On 12/26/2012 07:26 AM, Carl Mungan wrote:

Recall that the IAT says that if you throw a book (taped closed) or

tennis racquet into the air with spin, it will start tumbling about

its intermediate principal axis, in contrast to the stable rotation

observed about its large and small axes.

Well, I wouldn't have stated the theorem quite that way,

but presumably we all know what the general topic is.

a) Spinning in the direction associated with the large

eigenvector is stable in the sense that it has the least

energy per unit angular momentum. This is true and quite

important in some situations, for example for a spacecraft

in orbit where it is subject to internal forces but no

external forces. Internal damping cannot change the

angular momentum but can (and often does) dissipate the

rotational energy.

b) The argument for spinning in the direction associated

with the small eigenvector is much sketchier.
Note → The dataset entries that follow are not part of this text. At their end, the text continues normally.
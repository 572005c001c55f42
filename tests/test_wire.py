"""Checks of the thin-wire dipole and monopole (keepclear.antennas.wire).

Sources are named beside each check.  Balanis = C. A. Balanis, *Antenna Theory:
Analysis and Design*, 4th ed., Wiley, 2016.
"""

from __future__ import annotations

import math
import warnings

import numpy as np
import pytest

from keepclear.antennas.base import (
    ETA0_OHM,
    ModelInputError,
    ModelRangeWarning,
    Placement,
)
from keepclear.antennas.wire import (
    Dipole,
    Monopole,
    dipole_radiation_resistance_ohm,
    sinusoidal_dipole_pattern,
)

F_HZ = 2.45e9
LAM = 299792458.0 / F_HZ
K = 2 * np.pi / LAM


# ----------------------------------------------------------------------------- helpers
def sphere_grid(n_theta: int, n_phi: int, upper_only: bool = False):
    """Gauss-Legendre in cos(theta) x uniform phi: unit vectors and solid-angle weights."""
    x, w = np.polynomial.legendre.leggauss(n_theta)
    if upper_only:
        x, w = 0.5 * (x + 1.0), 0.5 * w
    phi = 2 * np.pi * (np.arange(n_phi) + 0.37) / n_phi
    ct = np.repeat(x, n_phi)
    wt = np.repeat(w, n_phi) * (2 * np.pi / n_phi)
    ph = np.tile(phi, n_theta)
    st = np.sqrt(1.0 - ct * ct)
    return np.column_stack([st * np.cos(ph), st * np.sin(ph), ct]), wt


def rotation_frame(axis, position=(0.0, 0.0, 0.0)):
    return Placement.from_axes(position, axis)


# ------------------------------------------------------------------- published numbers
def test_half_wave_dipole_resistance_and_directivity():
    d = Dipole(F_HZ, 1.0)
    assert d.length_m == pytest.approx(LAM / 2, rel=1e-12)
    # Balanis 4th ed. sec. 4.6: R_r = 73 ohm (73.1 with Cin(2 pi) = 2.435), D0 = 1.643.
    assert d.radiation_resistance_ohm == pytest.approx(73.1, abs=0.1)
    assert d.directivity == pytest.approx(1.643, abs=0.003)
    assert 10 * math.log10(d.max_gain()) == pytest.approx(2.15, abs=0.01)
    # Balanis eq. 4-79: R_in = R_r / sin^2(kl/2) = R_r for l = lambda/2.
    assert d.feed_resistance_ohm == pytest.approx(d.radiation_resistance_ohm, rel=1e-12)


def test_quarter_wave_monopole_resistance_and_directivity():
    m = Monopole(F_HZ, 1.0)
    assert m.height_m == pytest.approx(LAM / 4, rel=1e-12)
    # Balanis 4th ed. sec. 4.7 (image theory), quarter-wave monopole on an infinite
    # ground plane: R = 36.5 ohm, D0 = 3.28 (5.16 dBi), twice the half-wave dipole's D.
    assert m.radiation_resistance_ohm == pytest.approx(36.5, abs=0.1)
    assert m.directivity == pytest.approx(3.28, abs=0.01)
    assert 10 * math.log10(m.max_gain()) == pytest.approx(5.16, abs=0.01)
    assert m.largest_dimension_m == pytest.approx(LAM / 2)


def test_full_wave_dipole_numbers_and_feed_singularity():
    d = Dipole(F_HZ, 1.0, LAM)
    # Balanis 4th ed. sec. 4.5 / Table 4.2, l = lambda: R_r ~ 199 ohm, D0 = 2.41 (from memory).
    assert d.radiation_resistance_ohm == pytest.approx(199.0, abs=1.0)
    assert d.directivity == pytest.approx(2.41, abs=0.01)
    # Balanis eq. 4-79 breaks down: the sinusoid has no current at the feed.
    assert math.isinf(d.feed_resistance_ohm)
    assert d.feed_current_a == pytest.approx(0.0, abs=1e-12)


def test_short_dipole_radiation_resistance():
    # Balanis 4th ed. eq. 4-37: a short dipole (triangular current) has
    # R_r = 20 pi^2 (l/lambda)^2 referred to the feed current.
    d = Dipole(F_HZ, 1.0, LAM / 50)
    expected = 20 * np.pi**2 * (1 / 50) ** 2 * (ETA0_OHM / (120 * np.pi))
    assert d.feed_resistance_ohm == pytest.approx(expected, rel=2e-3)


def test_radiation_resistance_against_numerical_pattern_integral():
    # Balanis 4th ed. eq. 4-70 (closed form) versus eq. 4-68 (P_rad as the integral of
    # the pattern), done here by quadrature: R = eta/(2 pi) * int_0^pi f^2 sin t dt.
    x, w = np.polynomial.legendre.leggauss(400)
    for length_wl in (0.02, 0.5, 1.0, 1.5, 2.7, 5.0):
        kh = np.pi * length_wl
        f2 = (sinusoidal_dipole_pattern(x, kh) ** 2) * (1 - x * x)
        r_num = ETA0_OHM / (2 * np.pi) * np.sum(w * f2)
        assert dipole_radiation_resistance_ohm(2 * kh) == pytest.approx(r_num, rel=1e-9)


# ------------------------------------------------------------------ conservation of power
@pytest.mark.parametrize("length_wl", [0.02, 0.5, 1.0, 1.5, 3.0])
def test_far_field_integrates_to_radiated_power_dipole(length_wl):
    # Balanis 4th ed. eq. 2-13: P = closed integral of the radiation intensity.
    d = Dipole(F_HZ, 7.5, length_wl * LAM, rotation_frame((0.3, -0.5, 0.8), (1, 2, 3)))
    u, w = sphere_grid(160, 96)
    f = d.far_field(u)
    p = np.sum(w * np.sum(np.abs(f) ** 2, axis=1)) / ETA0_OHM
    assert p == pytest.approx(7.5, rel=0.01)


@pytest.mark.parametrize("height_wl", [0.25, 0.6])
def test_far_field_integrates_to_radiated_power_monopole(height_wl):
    m = Monopole(F_HZ, 3.0, height_wl * LAM)
    u, w = sphere_grid(120, 8, upper_only=True)
    p_up = np.sum(w * np.sum(np.abs(m.far_field(u)) ** 2, axis=1)) / ETA0_OHM
    assert p_up == pytest.approx(3.0, rel=0.01)
    # Nothing is radiated into the ground plane's lower side.
    u_low = u * np.array([1.0, 1.0, -1.0]) - np.array([0.0, 0.0, 1e-9])
    assert np.all(m.gain(u_low) == 0.0)


def _poynting_flux(radiator, radius_m, upper_only=False):
    u, w = sphere_grid(48, 12, upper_only=upper_only)
    rot = radiator.placement.rotation
    u_global = u @ rot.T
    e, h = radiator.fields(radiator.position_m + radius_m * u_global)
    s = np.real(np.cross(e, np.conj(h)))  # RMS phasors: S = Re(E x H*)
    return float(np.sum(w * np.sum(s * u_global, axis=1)) * radius_m**2)


@pytest.mark.parametrize(
    ("length_wl", "radius_wl"), [(0.5, 1.0), (0.5, 0.3), (1.5, 1.0), (0.02, 1.0)]
)
def test_near_field_poynting_flux_equals_power_dipole(length_wl, radius_wl):
    # Poynting's theorem (lossless medium): the real flux of E x H* through any closed
    # surface around the source is the radiated power (Balanis 4th ed. sec. 1.x / eq. 2-8).
    d = Dipole(F_HZ, 2.0, length_wl * LAM, rotation_frame((1, 1, 0), (0.1, 0.2, 0.3)))
    assert _poynting_flux(d, radius_wl * LAM) == pytest.approx(2.0, rel=0.01)


def test_near_field_poynting_flux_equals_power_monopole():
    # Closed surface = hemisphere r = lambda plus the ground plane; the plane carries no
    # flux because tangential E vanishes on it (checked below), so the hemisphere suffices.
    m = Monopole(F_HZ, 5.0, placement=rotation_frame((0, -1, 1), (1.0, 0.0, 0.5)))
    assert _poynting_flux(m, LAM, upper_only=True) == pytest.approx(5.0, rel=0.01)


# ------------------------------------------------------------------------ far-zone limit
@pytest.mark.parametrize(
    ("cls", "length_wl"),
    [(Dipole, 0.5), (Dipole, 1.0), (Dipole, 1.5), (Monopole, 0.25), (Monopole, 0.6)],
)
def test_near_field_matches_pattern_far_field(cls, length_wl):
    ant = cls(F_HZ, 10.0, length_wl * LAM, rotation_frame((0.2, 0.9, -0.4), (0.5, -1.0, 2.0)))
    # Fraunhofer distance 2 D^2/lambda (Balanis 4th ed. eq. 2-1 context), times ten,
    # and at least a few wavelengths.
    r = max(10 * 2 * ant.largest_dimension_m**2 / LAM, 5 * LAM, 10 * ant.far_field_distance_m)
    u, _ = sphere_grid(40, 16)
    g = ant.gain(u)
    keep = g > 0.05 * ant.max_gain()  # away from pattern nulls (and the monopole's shadow)
    pts = ant.position_m + r * u[keep]
    e, h = ant.fields(pts)
    s_ff = ant.far_field_power_density(pts)
    for s in (
        np.sum(np.abs(e) ** 2, axis=1) / ETA0_OHM,
        ETA0_OHM * np.sum(np.abs(h) ** 2, axis=1),
        np.sum(np.real(np.cross(e, np.conj(h))) * u[keep], axis=1),
    ):
        assert np.max(np.abs(10 * np.log10(s / s_ff))) < 0.1


def test_far_field_vector_is_the_limit_of_the_near_field():
    # Base-class definition: E(r u) -> F(u) e^{-jkr}/r (complex, phase included).
    d = Dipole(F_HZ, 1.0, 0.8 * LAM)
    u, _ = sphere_grid(12, 5)
    r = 2000 * LAM
    e, _ = d.fields(r * u)
    f = d.far_field(u) * (np.exp(-1j * K * r) / r)
    scale = np.max(np.abs(f))
    assert np.max(np.abs(e - f)) < 2e-3 * scale


# ------------------------------------------------------------- wire, feed, ground plane
def test_points_on_the_wire_and_feed_are_finite():
    d = Dipole(F_HZ, 100.0)
    h = d.length_m / 2
    pts = np.array(
        [
            [0, 0, 0],
            [0, 0, h],
            [0, 0, -h],
            [0, 0, 0.3 * h],
            [0, 0, 1.5 * h],
            [1e-6, 0, 0],
            [d.wire_radius_m, 0, 0],
            [0, 0, 1e3],
        ],
        dtype=float,
    )
    e, hh = d.fields(pts)
    assert np.all(np.isfinite(e)) and np.all(np.isfinite(hh))
    # Inside the wire radius the surface value is used.
    assert np.allclose(hh[5], hh[6]) and np.allclose(e[5], e[6])
    # Ampere's circuital law for a thin wire: |H| at the surface next to the feed is
    # I_feed / (2 pi a) (textbook magnetostatics; valid when k a << 1).
    assert np.linalg.norm(hh[6]) == pytest.approx(
        d.feed_current_a / (2 * np.pi * d.wire_radius_m), rel=1e-3
    )


def test_monopole_fields_vanish_below_ground_and_match_image_dipole_above():
    m = Monopole(F_HZ, 4.0)
    d = Dipole(F_HZ, 4.0, 2 * m.height_m, wire_radius_m=m.wire_radius_m)
    rng = np.random.default_rng(1)
    pts = rng.uniform(-0.3, 0.3, size=(400, 3))
    e, h = m.fields(pts)
    below = pts[:, 2] < 0
    assert np.all(e[below] == 0) and np.all(h[below] == 0)
    # Image theory (Balanis 4th ed. sec. 4.7): same current as the 2h dipole above the
    # plane; same power with half the resistance means sqrt(2) times the current.
    ed, hd = d.fields(pts)
    assert np.allclose(e[~below], math.sqrt(2) * ed[~below], rtol=1e-10, atol=0)
    assert np.allclose(h[~below], math.sqrt(2) * hd[~below], rtol=1e-10, atol=0)
    # Perfect conductor boundary condition: tangential E is zero on the plane z = 0.
    plane = np.column_stack([rng.uniform(-0.2, 0.2, 50), rng.uniform(-0.2, 0.2, 50), np.zeros(50)])
    ep, _ = m.fields(plane)
    assert np.max(np.abs(ep[:, :2])) < 1e-9 * np.max(np.abs(ep[:, 2]))


def test_tilted_monopole_shadow_follows_its_plane():
    axis = np.array([1.0, 0.0, 1.0]) / math.sqrt(2)
    m = Monopole(F_HZ, 1.0, placement=Placement.from_axes((1.0, 2.0, 0.5), axis))
    e_behind, _ = m.fields(np.array([1.0, 2.0, 0.5]) - 0.2 * axis + [[0.0, 0.05, 0.0]])
    e_front, _ = m.fields(np.array([1.0, 2.0, 0.5]) + 0.2 * axis + [[0.0, 0.05, 0.0]])
    assert np.all(e_behind == 0) and np.linalg.norm(e_front) > 0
The usual

hand-wavy argument says such motion is not stable, but

it can be steady in the short term, in the same way that

a pencil can be balanced on its point.

I think the actual book-tossing experiment is more properly

explained in terms of what is *noticeable* rather than what

is stable.

It *is* possible to toss a book such that it spins around its

intermediate axis. It requires more skill and more bother

than the other axes, but it is definitely doable.

Consider the following hypothesis:

a) The states "near" the large-eigenvalue rotation "look"

similar to it.

b) The states "near" the small-eigenvalue rotation "look"

similar to it.

c) The states "near" the intermediate-eigenvalue rotation

"look" different.

Whether this hypothesis is even true (let alone intuitive)

depends on how you define "near" and "look".

I never put much stock in this theorem anyway. In practice,

it is perfectly possible for an airplane to exhibit a steady

spin around the intermediate axis, aka a steep spin. In this

case the force-terms in the equation of motion are more relevant

than the inertial terms.

The alternative to a steep spin is a flat spin, i.e. a spin

in the large-eigenvalue direction. This is more stable than

a steep spin, and correspondingly more obnoxious ... but it

is certainly not the only spin mode.